Week 3, Measurement, Key Terms Flashcards
Measurement
The assignment of numbers to objects or events according to a set of rules
Indicators
In psychological measurement we do not measure constructs directly (try to put a finger on IQ…) .
Instead we measure the characteristics or properties associated with individuals.
We measure indicators (signs that point to something else).
Why not measure organizational constructs directly?
We loose specificity as we move from micro – to macro level – easier to do direct measurement at the indiv. level than it is to do at the Org. level
Scales of Measurement
Psychological measurement varies in precision.
Differences in precision are reflected in the types of scales on which particular characteristics are being measured.
Four levels of measurement
Nominal
Ordinal
Interval
Ratio
Nominal measurement
Lowest level of measurement
Represent differences in kind
Individuals are assigned or classified into qualitatively different categories
Merely labels
Frequently used to identify or catalog individuals and events
Ex.
SS#
Assign 1 to males and 2 to females
The classes must be mutually exclusive
Ordinal Measurement
Not only allows classification by category, but also provides an indication of magnitude
Rank ordered according to greater or lesser amounts of some dimension
If (a>b) and (b>c) then (a>c)
In top down selection this may be all the info that we need to know
Interval Measurement
Have other useful properties
Scores can be transformed in any linear fashion without altering the relationships between the scores
Allows two scores from different tests to be compared directly on a common metric
Standardization
Ratio Measurement
Highest level of measurement
In addition to equality, transitivity, additivity, the ratio scale has a natural or absolute 0 point.
Height, distance, & weight are all ratio scales
Don’t see these scales much in psych measurement
Psychological Measurement
Principally concerned with individual differences in traits, attitudes, or behaviors.
Trait – a descriptive label applied to a group of interrelated behaviors
Based on standardized samples of individual behavior we infer the position or standing of the individual on the trait in question
Systematic Nature of Measurement
TEST - a systematic procedure for measuring a sample of behavior.

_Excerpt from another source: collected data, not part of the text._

//! `vigil run`: load the plan, claim the output files, run every scenario, the search and the
//! groups, then write the outputs whole and compose the terminal report.

use super::AppError;
use crate::engine::ScenarioSummary;
use crate::evaluate::{self, RunOptions};
use crate::plan::Plan;
use crate::report::{self, PendingFile};
use crate::shard::{self, MergedTallies, Part};
use std::path::{Path, PathBuf};

/// Options of `vigil run`.
#[derive(Debug, Clone, Default)]
pub struct RunRequest {
    pub plan: PathBuf,
    pub csv: Option<PathBuf>,
    pub json: Option<PathBuf>,
    pub exact: bool,
    /// Overrides the plan's number of experiments (quick looks, tests).
    pub experiments: Option<u64>,
    /// Simulate only this part of a split run (`--part K/N`)…
    pub part: Option<Part>,
    /// …and write its partial-results file here (`--part-file`).
    pub part_file: Option<PathBuf>,
    /// Save finished chunks here as the run goes (`--checkpoint`)…
    pub checkpoint: Option<PathBuf>,
    /// …and continue from the checkpoint already there (`--resume`).
    pub resume: bool,
}

/// A checkpointed run: where the checkpoint lives and what it already holds.
struct CheckpointRun {
    path: PathBuf,
    plan_hash: String,
    resumed: Option<shard::PartFile>,
    /// The command to rerun, for the message after an interruption.
    resume_hint: String,
}

/// A part of a split run: which part, the plan file's hash and the claimed file.
struct PartOutput {
    part: Part,
    plan_hash: String,
    file: PendingFile,
}

/// A loaded plan with its claimed output files, ready to run.
pub struct PreparedRun {
    pub plan: Plan,
    pub options: RunOptions,
    csv: Option<PendingFile>,
    json: Option<PendingFile>,
    part: Option<PartOutput>,
    checkpoint: Option<CheckpointRun>,
}

impl PreparedRun {
    /// A whole run of `plan` with these claimed outputs.
    pub(super) fn from_parts(
        plan: Plan,
        options: RunOptions,
        csv: Option<PendingFile>,
        json: Option<PendingFile>,
    ) -> Self {
        Self {
            plan,
            options,
            csv,
            json,
            part: None,
            checkpoint: None,
        }
    }

    /// Replicates the run will simulate (for a progress bar).
    pub fn total_replicates(&self) -> u64 {
        if let Some(p) = &self.part {
            return shard::run_part::part_replicates(&self.plan, p.part);
        }
        let groups = if !self.options.exact && self.plan.animals().is_some() {
            crate::groups::total_group_replicates(&self.plan)
        } else {
            0
        };
        evaluate::total_replicates(&self.plan, self.options) + groups
    }
}

/// Loads and checks everything that can fail before the long work starts.
pub fn prepare(req: &RunRequest) -> Result<PreparedRun, AppError> {
    let mut plan = Plan::load(&req.plan)?;
    if let Some(n) = req.experiments {
        plan = plan.with_experiments(n)?;
    }
    let options = RunOptions { exact: req.exact };
    evaluate::preflight(&plan, options)?;
    check_part_options(req)?;
    let part = match (req.part, &req.part_file) {
        (Some(part), Some(path)) => Some(PartOutput {
            part,
            plan_hash: plan_file_hash(&req.plan)?,
            file: claim(path)?,
        }),
        _ => None,
    };
    let checkpoint = prepare_checkpoint(req, &plan)?;
    let csv = req.csv.as_deref().map(claim).transpose()?;
    let json = req.json.as_deref().map(claim).transpose()?;
    Ok(PreparedRun {
        plan,
        options,
        csv,
        json,
        part,
        checkpoint,
    })
}

/// Checks `--checkpoint`/`--resume` and reads the checkpoint to resume from.
fn prepare_checkpoint(req: &RunRequest, plan: &Plan) -> Result<Option<CheckpointRun>, AppError> {
    let input = |m: String| Err(AppError::Input(m));
    let Some(path) = &req.checkpoint else {
        if req.resume {
            return input(
                "--resume needs --checkpoint FILE, the checkpoint to continue from".into(),
            );
        }
        return Ok(None);
    };
    if req.part.is_some() || req.exact {
        return input(
            "--checkpoint cannot be combined with --part or --exact; a part is short (rerun it whole), and --exact does not simulate"
                .into(),
        );
    }
    if path.exists() && !req.resume {
        return input(format!(
            "{}: a checkpoint is already there; add --resume to continue from it, or delete it to start over",
            path.display()
        ));
    }
    let plan_hash = plan_file_hash(&req.plan)?;
    let resumed = if req.resume {
        shard::checkpoint::load_checkpoint(path, plan, &req.plan, &plan_hash)?
    } else {
        None
    };
    // Claim the folder now: a checkpoint that cannot be written fails in the first second.
    drop(claim(path)?);
    let mut hint = format!("vigil run {}", req.plan.display());
    if let Some(n) = req.experiments {
        hint.push_str(&format!(" --experiments {n}"));
    }
    for (flag, file) in [("--csv", &req.csv), ("--json", &req.json)] {
        if let Some(f) = file {
            hint.push_str(&format!(" {flag} {}", f.display()));
        }
    }
    hint.push_str(&format!(" --checkpoint {} --resume", path.display()));
    Ok(Some(CheckpointRun {
        path: path.clone(),
        plan_hash,
        resumed,
        resume_hint: hint,
    }))
}

/// Claims an output file before the long work starts.
pub(super) fn claim(path: &Path) -> Result<PendingFile, AppError> {
    PendingFile::claim(path).map_err(|source| AppError::Output {
        path: path.to_path_buf(),
        source,
    })
}

/// The hash that names the plan file in partial results.
pub(super) fn plan_file_hash(path: &Path) -> Result<String, AppError> {
    let bytes = std::fs::read(path)
        .map_err(|e| AppError::Input(format!("{}: cannot read the plan: {e}", path.display())))?;
    Ok(shard::plan_hash(&bytes))
}

/// `--part` and `--part-file` go together, and a part writes nothing else.
fn check_part_options(req: &RunRequest) -> Result<(), AppError> {
    let input = |m: &str| Err(AppError::Input(m.into()));
    match (req.part, &req.part_file) {
        (None, None) => Ok(()),
        (Some(_), None) => input(
            "--part needs --part-file FILE, the partial-results file this part writes (for example --part 3/40 --part-file parts/3.json)",
        ),
        (None, Some(_)) => input(
            "--part-file needs --part K/N, the part of the split run to simulate (for example --part 3/40)",
        ),
        (Some(_), Some(_)) if req.exact => input(
            "--part cannot be combined with --exact: exact enumeration is not simulated in chunks and is quick whole; drop one of them",
        ),
        (Some(_), Some(_)) if req.csv.is_some() || req.json.is_some() => input(
            "--part writes only its partial-results file; --csv and --json are written by `vigil merge PLAN PARTS… --csv FILE --json FILE`",
        ),
        (Some(_), Some(_)) => Ok(()),
    }
}

/// Runs a prepared plan, writes the output files whole and returns the terminal report.
pub fn execute(run: PreparedRun, progress: &(dyn Fn(u64) + Sync)) -> Result<String, AppError> {
    if let Some(out) = run.part {
        return execute_part(&run.plan, out, progress);
    }
    let Some(checkpoint) = run.checkpoint else {
        return execute_with(run, progress, None);
    };
    let CheckpointRun {
        path,
        plan_hash,
        resumed,
        resume_hint,
    } = checkpoint;
    let run = PreparedRun {
        checkpoint: None,
        ..run
    };
    match shard::checkpoint::run_checkpointed(&run.plan, plan_hash, &path, resumed, progress)? {
        shard::checkpoint::Outcome::Done(totals) => {
            let text = execute_with(run, progress, Some(&totals))?;
            shard::checkpoint::remove_checkpoint(&path);
            Ok(text)
        }
        shard::checkpoint::Outcome::Interrupted { saved, total } => Err(AppError::Interrupted {
            path,
            saved,
            total,
            resume: resume_hint,
        }),
    }
}

/// Simulates one part and writes its partial-results file whole.
fn execute_part(
    plan: &Plan,
    out: PartOutput,
    progress: &(dyn Fn(u64) + Sync),
) -> Result<String, AppError> {
    let file = shard::run_part(plan, out.plan_hash, out.part, progress)?;
    let mut bytes = serde_json::to_vec(&file).map_err(|e| AppError::Internal(e.to_string()))?;
    bytes.push(b'\n');
    let path = out.file.target().to_path_buf();
    out.file.commit(&bytes).map_err(|source| AppError::Output {
        path: path.clone(),
        source,
    })?;
    Ok(report::shard_text::part_written(
        out.part,
        file.chunk_total(),
        &path,
    ))
}

/// [`execute`] of a whole run, or — with `stored` — of merged parts: the fixed points' tallies
/// come from the parts, the rest (search, effort split, every output) is the same code.
pub(super) fn execute_with(
    run: PreparedRun,
    progress: &(dyn Fn(u64) + Sync),
    stored: Option<&MergedTallies>,
) -> Result<String, AppError> {
    let plan = &run.plan;
    let summaries = evaluate::run_plan_with(plan, run.options, progress, &|s| {
        stored.and_then(|t| t.scenario(s))
    })?;
    // With [animals] the targets are judged at group level (the effort split), not for
    // one idealised animal.
    let searches = if plan.targets().any(plan.hypotheses())
        && !run.options.exact
        && plan.animals().is_none()
    {
        crate::search::search_plan(plan, progress)?
    } else {
        Vec::new()
    };
    let groups = match (&plan.animals(), run.options.exact) {
        (Some(_), false) => Some(crate::groups::run_groups_with(
            plan,
            progress,
            &|d, a, t| stored.and_then(|m| m.group(d, a, t)),
        )?),
        _ => None,
    };
    write_outputs(
        plan,
        &summaries,
        &searches,
        groups.as_ref(),
        run.csv,
        run.json,
    )?;
    let text = report::terminal::render_run(plan, &summaries, &searches, groups.as_ref());
    Ok(text)
}

fn write_outputs(
    plan: &Plan,
    summaries: &[ScenarioSummary],
    searches: &[crate::search::SearchResult],
    groups: Option<&crate::groups::GroupReport>,
    csv: Option<PendingFile>,
    json: Option<PendingFile>,
) -> Result<(), AppError> {
    // Render both before committing either, so a failure leaves neither half-written.
    let csv_bytes = match &csv {
        Some(_) => Some(
            report::csv_out::render(plan, summaries)
                .map_err(|e| AppError::Internal(e.to_string()))?,
        ),
        None => None,
    };
    let json_bytes = match &json {
        Some(_) => Some(
            report::json_out::render(plan, summaries, searches, groups)
                .map_err(|e| AppError::Internal(e.to_string()))?,
        ),
        None => None,
    };
    for (file, bytes) in [(csv, csv_bytes), (json, json_bytes)] {
        if let (Some(file), Some(bytes)) = (file, bytes) {
            let path = file.target().to_path_buf();
            file.commit(&bytes)
                .map_err(|source| AppError::Output { path, source })?;
        }
    }
    Ok(())
}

Procedures are systematic in order to minimize the effects of unwanted contaminants (error or bias)
What is the difference between a personality “test” and a test of cognitive ability?
Found in:
Mental Measurements Yearbook
&
Publishers
&
3rd Party (e.g. Rocket-Hire)
&
Authors* (Taking the Measure of Work)
Classifying tests
Content
Tests may be classified in terms of the task inherent in the scale
Ex Cognitive ability tests
Achievement
Aptitude
VS
Non-cognitive instruments (or inventories)
Tests may also be classified in terms of the efficiency with which they can be administered.
E.g.
Individual vs. Group
Speed vs. Power – designed to prevent perfect scores (always want variability on measurement tools)
Speed test – more items than you can answer in an amount of time
Power- you can take as long as you want to answer the items, scored by correct answers – the longer you take to take the test – the more variance you get in the scores – it could take someone 24 hours to take a test because they want to do the best they can – too much variance
Likert Scales
When I am stressed, sometimes I get high.
A. strongly disagree
B. disagree
C. agree
D. strongly agree
Self-report measure
Behavioral Observation
The other end of the continuum
Best predictor of future behavior…
Issue of Obtrusiveness:
-Heisenberg uncertainty principle (observer principle)
–When people see that you’re paying attention to them, their behavior will change
-Hawthorne effect
–Turned the heat up – performance went up, turned the lights up – performance went up, turned the heat down - performance went up – WHY? Because people are observing their performance
Can be cumbersome with large N size
To capture behavior you must be there when it occurs
Naturalistic observation
Situational Judgment Test
The purpose is to identify a respondent’s intentions
Presents the person with a series of relevant incidents, and asks what he/she would do in that situation
The typical question is “ what would you do if …”
Often used to assess intelligence in a more “real world” fashion
Can assess a variety of constructs
Theory Based
Goal setting theory
Intentions or goals are the immediate precursor of a person’s behavior
Added benefit of content validity
Attitudes>Intentions>Behavior
Assessment Centers
Simulate the situation in which the individual will be performing
Predicts how successful that person will be in the actual situation
Exercises vary in fidelity and immersion
Assessment Center Examples
AT & T developed and operated the Advanced Management Potential Assessment Program (AMPA) for itself and the Bell System Operating Companies. The program was used by all the Bell System companies from 1979 through 1983.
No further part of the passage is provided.